6 Effective Yoga Postures To Maintain Your Bones Healthy

Aging is an inescapable process that affects the quality of one’s life to a great extent. Though one cannot prevent and thwart ageing, with simple lifestyle changes it is always possible to slow down the pace of ageing of cells and minimize the related damages it causes. Yoga is one such practice that helps stay fit and healthy as you age. Here we have summed up five asanas that help promote bone health. If you are nearing your 30s, then this is a must-read post for you. Check out to know how to maintain strong and healthy bones.
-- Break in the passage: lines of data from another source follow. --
package org.shutline.cli;

import org.shutline.analysis.ValveDoubt;
import com.fasterxml.jackson.databind.node.ObjectNode;
import java.io.PrintWriter;
import java.util.Locale;
import java.util.concurrent.Callable;
import org.shutline.analysis.IncidentResponse;
import org.shutline.analysis.InstructionCheck;
import org.shutline.analysis.OverpressureShutoff;
import org.shutline.analysis.Placement;
import org.shutline.analysis.ResponseSettings;
import org.shutline.analysis.Restoration;
import org.shutline.analysis.WorkPackages;
import org.shutline.io.InputException;
import org.shutline.model.Caution;
import org.shutline.model.Network;
import org.shutline.trace.ValveSegments;
import picocli.CommandLine.ArgGroup;
import org.shutline.app.AnalysisSettings;
import org.shutline.app.Workspace;
import picocli.CommandLine.Command;
import picocli.CommandLine.Mixin;
import picocli.CommandLine.Model.CommandSpec;
import picocli.CommandLine.Option;
import picocli.CommandLine.Spec;

/**
 * {@code shutline incident NETWORK --at X,Y|--main ID|--usng REF|--address TEXT [--kind leak|damage|overpressure]
 * [--system ID] [--crews N] [--target-hours H] [--format text|json]}: the fastest way to
 * stop gas at an incident and the size of the shut-off and relight work. A leak or
 * damage is isolated by valves ({@link IncidentResponse}); an over-pressure is stopped
 * at the feeds of its pressure system ({@link OverpressureShutoff}: {@code --system},
 * else the system of the pipe at the place given). Work lists are grouped by 1 km US
 * National Grid square and ordered along streets. Exit 0 done, 2 bad input (an
 * ambiguous address lists the candidates). JSON keys: docs/cli-emergency.md.
 */
@Command(name = "incident", mixinStandardHelpOptions = true,
    description = "Emergency response to a leak, damage or over-pressure: valves, crews, customers, shut-off and relight.")
public final class IncidentCommand implements Callable<Integer> {
    enum Kind { leak, damage, overpressure }

    static final class Where {
        @Option(names = "--at", paramLabel = "X,Y", split = ",", arity = "1", converter = Locations.FiniteNumber.class,
            description = "a point in the network CRS; placed on the nearest active main")
        double[] at;

        @Option(names = "--main", paramLabel = "ID", description = "a main id")
        String main;

        @Option(names = "--usng", paramLabel = "REF", description = "a US National Grid reference, e.g. \"15T VK 1234 9012\" (the centre of the cell named)")
        String usng;

        @Option(names = "--address", paramLabel = "TEXT", description = "a service address (case-insensitive)")
        String address;
    }

    @Spec private CommandSpec spec;

    @Mixin private NetworkOptions input;

    @ArgGroup(exclusive = true, multiplicity = "1")
    private Where where;

    @Option(names = "--kind", defaultValue = "leak", description = "leak, damage or overpressure (default: ${DEFAULT-VALUE})")
    private Kind kind;

    @Option(names = "--system", paramLabel = "ID", description = "pressure system: with --at or --usng the nearest main of it; for overpressure the system")
    private String system;

    @Option(names = "--max-distance-m", paramLabel = "M", defaultValue = "100", converter = Locations.PositiveMetres.class,
        description = "refuse a place farther than this from every active main, and a grid cell larger (default: ${DEFAULT-VALUE})")
    private double maxDistanceM;
    @Mixin private SettingsOptions settingsOptions;
    @Mixin private ResponseOptions responseOptions;
    @Mixin private Formats.TextJson format;

    @Override
    public Integer call() throws InputException {
        PrintWriter out = spec.commandLine().getOut();
        PrintWriter err = spec.commandLine().getErr();
        AnalysisSettings s = responseOptions.apply(settingsOptions.settings());
        Workspace t = input.open(s);
        ResponseSettings settings = s.response();
        Network net = t.network();
        GridSheets grid = GridSheets.of(net.crs());
        ValveSegments segs = t.segments();
        Locations.Located place;
        try {
            place = place(net, segs, grid, err);
        } catch (Locations.Refusal e) {
            return NetworkInput.badInput(err, "incident: " + e.getMessage());
        }
        if (place == null) return 2;
        ValveDoubt.Settings options = s.isolation();
        ObjectNode root = Json.object();
        StringBuilder sb = new StringBuilder();
        root.put("kind", kind.name());
        root.put("network", net.sourceName());
        ObjectNode loc = root.putObject("location");
        loc.put("given", place.label());
        if (!Double.isNaN(place.x())) {
            loc.put("x", EmergencyReport.round(place.x(), 2));
            loc.put("y", EmergencyReport.round(place.y(), 2));
            loc.put("usng", grid.reference(place.x(), place.y()));
        }
        loc.put("main", place.placed().mainId());
        if (place.placed().systemId() != null) loc.put("main_system", place.placed().systemId());
        if (place.placed().edge() >= 0) {
            loc.put("placed_x", EmergencyReport.round(place.placed().snappedX(), 2));
            loc.put("placed_y", EmergencyReport.round(place.placed().snappedY(), 2));
            loc.put("moved_m", EmergencyReport.round(place.placed().distanceM(), 2));
        }
        sb.append("Incident: ").append(kind.name()).append(" at ").append(place.label());
        if (!Double.isNaN(place.x())) {
            String ref = grid.reference(place.x(), place.y());
            sb.append(String.format(Locale.ROOT, " (%.1f, %.1f%s)", place.x(), place.y(), ref.isEmpty() ? "" : "; USNG " + ref));
        }
        sb.append('\n').append(place.placedText()).append('\n');
        sb.append("Network: ").append(net.sourceName()).append("\n\n");
        Restoration.Result rest;
        java.util.BitSet workSet;
        if (kind == Kind.overpressure) {
            String sys = system != null ? system : IncidentResponse.systemOf(segs, place.zone());
            if (sys == null || t.topology().graph().systemIndex(sys) < 0) {
                return NetworkInput.badInput(err, "incident: " + (sys == null ? "no pressure system at the place given" : "no pressure system '" + sys + "'"));
            }
            OverpressureShutoff.Result r = OverpressureShutoff.of(segs, options, sys, settings);
            InstructionCheck.verify(segs, r, "incident --kind overpressure of " + sys + " at " + place.label());
            EmergencyReport.overpressureJson(root, net, r);
            EmergencyReport.overpressureText(sb, net, r);
            rest = r.restoration();
            workSet = r.off();
        } else {
            IncidentResponse.Result r = IncidentResponse.leak(segs, options, place.zone(), settings);
            InstructionCheck.verify(segs, r, "incident --kind " + kind.name() + " at " + place.label());
            root.put("system", r.systemId());
            EmergencyReport.leakJson(root, segs.state(), r, grid);
            EmergencyReport.leakText(sb, segs.state(), r, grid);
            rest = r.restoration();
            workSet = rest.shutOff();
        }
        WorkPackages.Result wp = WorkPackages.build(net, workSet, grid.sheetKey(), rest.sizing().crews(),
                rest.sizing().crewsComputed(), settings);
        root.set("response", EmergencyReport.responseJson(rest, settings, wp));
        root.set("work_packages", EmergencyReport.packagesJson(wp));
        root.put("caution", Caution.TEXT);
        sb.append('\n');
        EmergencyReport.responseText(sb, rest, settings, wp);
        sb.append('\n');
        EmergencyReport.packagesText(sb, wp, 8);
        sb.append('\n').append(Caution.TEXT).append('\n');
        out.print(format.format() == Formats.Format.json ? Json.write(root) : sb.toString());
        out.flush();
        return 0;
    }

    private Locations.Located place(Network net, ValveSegments segs, GridSheets grid, PrintWriter err) throws Locations.Refusal {
        Placement pl = new Placement(segs);
        if (where.at != null) return Locations.at(pl, where.at, system, maxDistanceM);
        if (where.main != null) return Locations.main(pl, where.main);
        if (where.usng != null) return Locations.usng(pl, grid, where.usng, system, maxDistanceM);
        return Locations.address(pl, net, where.address, "incident", err);
    }
}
Effective Yoga Postures To Keep Your Bones Healthy

1. Triangle Pose

Stand erect with legs stretched out wide and extend your arms straight outward at shoulder level so that they are parallel to the floor. Squeeze your hip, firm your feet and start bending your torso towards your left feet so that your left palm is in touch with your left feet. Move your left feet outward to maintain balance. Keep the right arm stretched and gaze upward. Hold the posture for 3 to 5 seconds and repeat the same on the other side. This asana promotes spine and joint fitness.

2. Half Moon Pose

Start with mountain pose. Stretch your arms at shoulder level to form a T-shape with your body. Incline your feet towards left and bring your left arm downward by bending from your hips. As you shift your body weight towards your left feet, slowly lift your right feet off the ground and try to position it at right angles to your left feet and right arm. Hold the position for 3 seconds and switch sides. This asana reduces osteoporosis pain, strengthens spine and leg bones and improves posture and balance.

3. Locust Pose

Lie down on your abdomen with arms on your sides and legs placed together. Tighten your hips and slowly raise your legs, head and shoulders off the ground simultaneously. Engage your abdominal muscles and stretch your arms backward as you do the asana to gain better support. Balance your body on your tummy and stretch out as much as possible. Hold the position for a few seconds and relax. This asana strengthens the hips, spine and leg bones.

4. Sitting Twist

Sit on the floor comfortably with legs crossed. Twist your torso towards your left and turn your head left side as much as possible. Use your left hand to support the body as you twist your torso. Keep the hips firm against the ground and position your right hand on your left knees as you turn towards your left. Take a deep breath and switch sides. The asana improves the connective tissue framework, stimulates bone remodeling and improves mineral density.

Sitting Twist

5. Tree Pose

Stand straight and tall with arms along your sides. Fold your left knee and position your left feet on the inner side of your right thigh. Do not bend your right knee. Firm your right leg on the ground for better balance and raise your arms over your head to form the Namaste pose. Gaze forward and stretch your spine. Hold the position for 15 seconds and repeat the same with the other leg. This asana stretches the muscles, strengthens bones and joints and calms the mind at the same time.

6. Bridge Pose

Lie down on your back. Bend your knees while keeping your feet apart and flat on the ground. The feet should be placed hip width apart and close to the buttocks. Press your feet and upper arms on the ground and lift your hips towards the ceiling. Now, move the breastbone towards the chin while keeping the chin lifted slightly.  Allow your feet, arms and shoulders to support your weight. You can use your hands to support your back or place them sideways. Inhale when you go up, hold and exhale when you come down.